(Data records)
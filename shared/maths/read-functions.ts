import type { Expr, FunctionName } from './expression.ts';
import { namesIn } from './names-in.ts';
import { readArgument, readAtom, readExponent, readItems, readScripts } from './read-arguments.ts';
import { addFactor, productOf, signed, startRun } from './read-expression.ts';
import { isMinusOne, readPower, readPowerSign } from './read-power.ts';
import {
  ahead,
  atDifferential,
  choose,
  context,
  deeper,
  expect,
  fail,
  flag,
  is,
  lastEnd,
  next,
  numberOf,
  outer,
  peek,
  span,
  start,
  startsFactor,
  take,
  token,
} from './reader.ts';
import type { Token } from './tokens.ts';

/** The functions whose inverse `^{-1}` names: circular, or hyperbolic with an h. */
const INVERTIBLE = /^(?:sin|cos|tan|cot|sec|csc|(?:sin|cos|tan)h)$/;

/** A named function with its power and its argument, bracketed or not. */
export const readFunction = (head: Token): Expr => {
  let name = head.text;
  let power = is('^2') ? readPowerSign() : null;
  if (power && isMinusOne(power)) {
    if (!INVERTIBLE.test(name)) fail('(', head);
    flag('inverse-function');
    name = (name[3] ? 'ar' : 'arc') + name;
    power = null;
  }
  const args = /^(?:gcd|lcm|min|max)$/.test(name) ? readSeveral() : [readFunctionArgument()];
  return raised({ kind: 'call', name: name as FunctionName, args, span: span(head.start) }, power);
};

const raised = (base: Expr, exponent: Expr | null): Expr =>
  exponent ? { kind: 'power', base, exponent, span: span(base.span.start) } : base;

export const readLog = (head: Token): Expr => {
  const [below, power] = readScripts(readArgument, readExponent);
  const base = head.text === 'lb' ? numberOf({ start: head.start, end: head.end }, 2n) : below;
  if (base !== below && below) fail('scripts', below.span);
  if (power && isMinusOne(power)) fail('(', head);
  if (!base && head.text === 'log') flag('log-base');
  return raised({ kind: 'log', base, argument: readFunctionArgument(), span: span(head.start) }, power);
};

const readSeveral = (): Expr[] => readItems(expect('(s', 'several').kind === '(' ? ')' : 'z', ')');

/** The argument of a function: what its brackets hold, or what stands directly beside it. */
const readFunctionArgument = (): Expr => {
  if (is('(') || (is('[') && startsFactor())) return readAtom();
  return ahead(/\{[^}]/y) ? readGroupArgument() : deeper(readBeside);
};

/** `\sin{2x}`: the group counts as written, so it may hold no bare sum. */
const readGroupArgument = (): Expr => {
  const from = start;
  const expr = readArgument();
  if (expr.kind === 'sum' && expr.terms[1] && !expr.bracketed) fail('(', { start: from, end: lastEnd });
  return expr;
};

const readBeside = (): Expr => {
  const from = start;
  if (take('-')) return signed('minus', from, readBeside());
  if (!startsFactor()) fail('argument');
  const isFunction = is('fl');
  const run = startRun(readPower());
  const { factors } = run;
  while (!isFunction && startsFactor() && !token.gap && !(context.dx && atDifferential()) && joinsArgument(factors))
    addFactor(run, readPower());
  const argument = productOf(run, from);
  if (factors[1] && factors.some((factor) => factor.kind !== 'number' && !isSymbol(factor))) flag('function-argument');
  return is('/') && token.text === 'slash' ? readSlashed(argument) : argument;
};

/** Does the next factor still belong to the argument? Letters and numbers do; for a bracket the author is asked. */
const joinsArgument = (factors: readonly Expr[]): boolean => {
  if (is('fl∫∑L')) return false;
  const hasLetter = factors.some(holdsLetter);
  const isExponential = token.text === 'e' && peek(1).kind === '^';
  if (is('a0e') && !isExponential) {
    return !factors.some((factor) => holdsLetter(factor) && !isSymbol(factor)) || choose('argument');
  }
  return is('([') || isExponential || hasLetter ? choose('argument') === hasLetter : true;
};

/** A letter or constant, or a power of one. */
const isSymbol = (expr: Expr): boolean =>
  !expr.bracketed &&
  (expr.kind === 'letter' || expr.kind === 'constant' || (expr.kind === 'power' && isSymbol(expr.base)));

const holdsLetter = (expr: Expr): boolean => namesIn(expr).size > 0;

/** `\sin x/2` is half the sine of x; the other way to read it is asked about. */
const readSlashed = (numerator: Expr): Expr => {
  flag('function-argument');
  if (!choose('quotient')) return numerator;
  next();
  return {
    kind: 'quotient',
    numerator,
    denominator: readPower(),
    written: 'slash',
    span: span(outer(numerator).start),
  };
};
--
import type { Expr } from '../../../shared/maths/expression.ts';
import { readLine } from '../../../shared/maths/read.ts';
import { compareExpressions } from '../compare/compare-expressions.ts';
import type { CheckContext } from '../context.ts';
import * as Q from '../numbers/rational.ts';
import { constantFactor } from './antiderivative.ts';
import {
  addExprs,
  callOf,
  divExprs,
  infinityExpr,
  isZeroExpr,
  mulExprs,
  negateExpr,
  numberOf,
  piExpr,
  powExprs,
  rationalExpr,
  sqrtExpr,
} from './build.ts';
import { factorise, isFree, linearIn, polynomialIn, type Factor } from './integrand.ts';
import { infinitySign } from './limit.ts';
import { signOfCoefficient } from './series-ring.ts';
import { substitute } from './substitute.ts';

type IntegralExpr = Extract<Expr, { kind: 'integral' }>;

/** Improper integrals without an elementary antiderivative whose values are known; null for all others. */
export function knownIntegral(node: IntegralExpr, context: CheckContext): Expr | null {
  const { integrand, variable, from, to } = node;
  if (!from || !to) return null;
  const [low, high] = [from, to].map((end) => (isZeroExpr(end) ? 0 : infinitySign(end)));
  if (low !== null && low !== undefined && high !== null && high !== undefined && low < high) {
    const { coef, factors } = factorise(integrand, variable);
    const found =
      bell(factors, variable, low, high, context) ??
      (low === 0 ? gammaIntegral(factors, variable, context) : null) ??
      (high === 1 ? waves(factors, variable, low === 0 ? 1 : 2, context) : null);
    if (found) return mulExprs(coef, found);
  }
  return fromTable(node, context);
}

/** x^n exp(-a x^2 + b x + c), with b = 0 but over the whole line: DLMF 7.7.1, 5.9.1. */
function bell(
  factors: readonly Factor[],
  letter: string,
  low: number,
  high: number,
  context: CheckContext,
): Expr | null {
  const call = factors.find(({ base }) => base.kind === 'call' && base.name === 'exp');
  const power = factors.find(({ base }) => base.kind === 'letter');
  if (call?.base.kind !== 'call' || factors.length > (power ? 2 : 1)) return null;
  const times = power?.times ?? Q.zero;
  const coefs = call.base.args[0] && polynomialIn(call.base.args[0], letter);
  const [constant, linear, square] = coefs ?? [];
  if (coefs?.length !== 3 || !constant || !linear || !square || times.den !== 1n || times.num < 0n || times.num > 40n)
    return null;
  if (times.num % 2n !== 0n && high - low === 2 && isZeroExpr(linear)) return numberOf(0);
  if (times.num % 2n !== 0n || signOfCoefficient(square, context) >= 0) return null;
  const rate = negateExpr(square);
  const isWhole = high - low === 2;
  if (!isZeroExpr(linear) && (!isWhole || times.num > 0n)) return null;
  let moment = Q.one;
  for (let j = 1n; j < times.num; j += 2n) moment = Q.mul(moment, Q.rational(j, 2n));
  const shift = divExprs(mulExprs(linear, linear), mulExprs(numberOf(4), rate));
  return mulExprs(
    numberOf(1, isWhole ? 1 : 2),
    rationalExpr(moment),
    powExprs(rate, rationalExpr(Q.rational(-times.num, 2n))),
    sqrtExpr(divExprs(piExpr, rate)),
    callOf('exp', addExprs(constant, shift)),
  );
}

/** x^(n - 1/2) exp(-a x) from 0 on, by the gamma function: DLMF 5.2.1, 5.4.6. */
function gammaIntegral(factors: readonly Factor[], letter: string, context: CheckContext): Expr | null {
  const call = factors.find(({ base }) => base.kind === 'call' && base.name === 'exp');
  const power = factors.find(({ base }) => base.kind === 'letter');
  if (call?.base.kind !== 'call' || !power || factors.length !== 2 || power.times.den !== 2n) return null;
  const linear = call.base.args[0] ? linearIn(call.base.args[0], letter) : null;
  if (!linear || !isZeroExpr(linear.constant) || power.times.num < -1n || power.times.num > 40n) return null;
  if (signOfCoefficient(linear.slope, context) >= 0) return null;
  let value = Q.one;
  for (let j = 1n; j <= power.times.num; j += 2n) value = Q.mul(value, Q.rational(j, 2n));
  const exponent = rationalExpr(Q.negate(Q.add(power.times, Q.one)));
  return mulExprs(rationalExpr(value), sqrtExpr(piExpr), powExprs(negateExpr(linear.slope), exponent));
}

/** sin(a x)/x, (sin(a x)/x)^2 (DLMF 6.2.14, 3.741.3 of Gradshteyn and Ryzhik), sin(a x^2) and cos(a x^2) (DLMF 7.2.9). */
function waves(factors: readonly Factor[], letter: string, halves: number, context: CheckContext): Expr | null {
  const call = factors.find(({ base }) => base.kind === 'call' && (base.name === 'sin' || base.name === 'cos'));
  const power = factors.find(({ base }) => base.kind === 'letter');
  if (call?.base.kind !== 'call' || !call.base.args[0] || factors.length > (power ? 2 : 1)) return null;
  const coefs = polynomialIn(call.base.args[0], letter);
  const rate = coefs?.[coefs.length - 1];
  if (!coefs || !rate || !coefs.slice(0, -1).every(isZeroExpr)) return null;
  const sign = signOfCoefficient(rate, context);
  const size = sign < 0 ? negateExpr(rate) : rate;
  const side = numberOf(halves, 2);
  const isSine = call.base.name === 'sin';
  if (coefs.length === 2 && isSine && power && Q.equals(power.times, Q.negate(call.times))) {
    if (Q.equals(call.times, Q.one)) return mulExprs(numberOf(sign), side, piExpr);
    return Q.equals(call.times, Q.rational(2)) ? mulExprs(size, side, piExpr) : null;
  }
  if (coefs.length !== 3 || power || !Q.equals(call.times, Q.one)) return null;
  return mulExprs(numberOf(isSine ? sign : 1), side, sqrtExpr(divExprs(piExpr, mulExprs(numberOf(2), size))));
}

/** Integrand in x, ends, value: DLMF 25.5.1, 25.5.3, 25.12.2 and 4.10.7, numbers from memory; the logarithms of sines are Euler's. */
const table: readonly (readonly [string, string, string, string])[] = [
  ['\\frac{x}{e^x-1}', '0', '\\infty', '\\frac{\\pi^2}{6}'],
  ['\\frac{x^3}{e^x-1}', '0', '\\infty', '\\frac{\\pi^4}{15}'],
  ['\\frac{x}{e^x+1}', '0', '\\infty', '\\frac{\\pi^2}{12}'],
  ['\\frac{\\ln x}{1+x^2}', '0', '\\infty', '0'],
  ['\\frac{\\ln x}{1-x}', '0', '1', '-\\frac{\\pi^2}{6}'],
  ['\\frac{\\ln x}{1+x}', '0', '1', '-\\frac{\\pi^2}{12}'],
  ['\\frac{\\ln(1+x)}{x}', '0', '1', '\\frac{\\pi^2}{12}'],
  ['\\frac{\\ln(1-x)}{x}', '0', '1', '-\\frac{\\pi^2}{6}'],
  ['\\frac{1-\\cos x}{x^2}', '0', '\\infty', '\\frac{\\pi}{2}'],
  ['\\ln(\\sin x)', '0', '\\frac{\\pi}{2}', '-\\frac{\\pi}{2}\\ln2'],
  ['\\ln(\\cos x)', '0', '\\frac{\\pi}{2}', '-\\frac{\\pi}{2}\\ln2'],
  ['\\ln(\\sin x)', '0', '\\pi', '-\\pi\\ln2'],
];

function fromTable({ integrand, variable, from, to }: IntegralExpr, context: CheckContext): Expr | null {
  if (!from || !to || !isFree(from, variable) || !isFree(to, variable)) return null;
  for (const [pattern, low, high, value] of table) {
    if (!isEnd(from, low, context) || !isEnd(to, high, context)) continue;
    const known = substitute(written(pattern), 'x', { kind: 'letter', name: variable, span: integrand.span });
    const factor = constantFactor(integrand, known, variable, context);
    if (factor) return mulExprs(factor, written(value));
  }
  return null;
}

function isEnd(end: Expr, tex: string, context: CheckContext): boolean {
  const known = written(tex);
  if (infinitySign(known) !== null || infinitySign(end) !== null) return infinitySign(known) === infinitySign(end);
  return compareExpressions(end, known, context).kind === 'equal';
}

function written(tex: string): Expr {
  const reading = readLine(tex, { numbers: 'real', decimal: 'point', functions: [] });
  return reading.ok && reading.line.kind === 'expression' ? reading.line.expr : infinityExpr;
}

■ INSTRUCTIONS FOR THE TASK
Give the number of lines above in which the word "isWhole" appears, and nothing more.

■ REPLY TO THE EXERCISE
3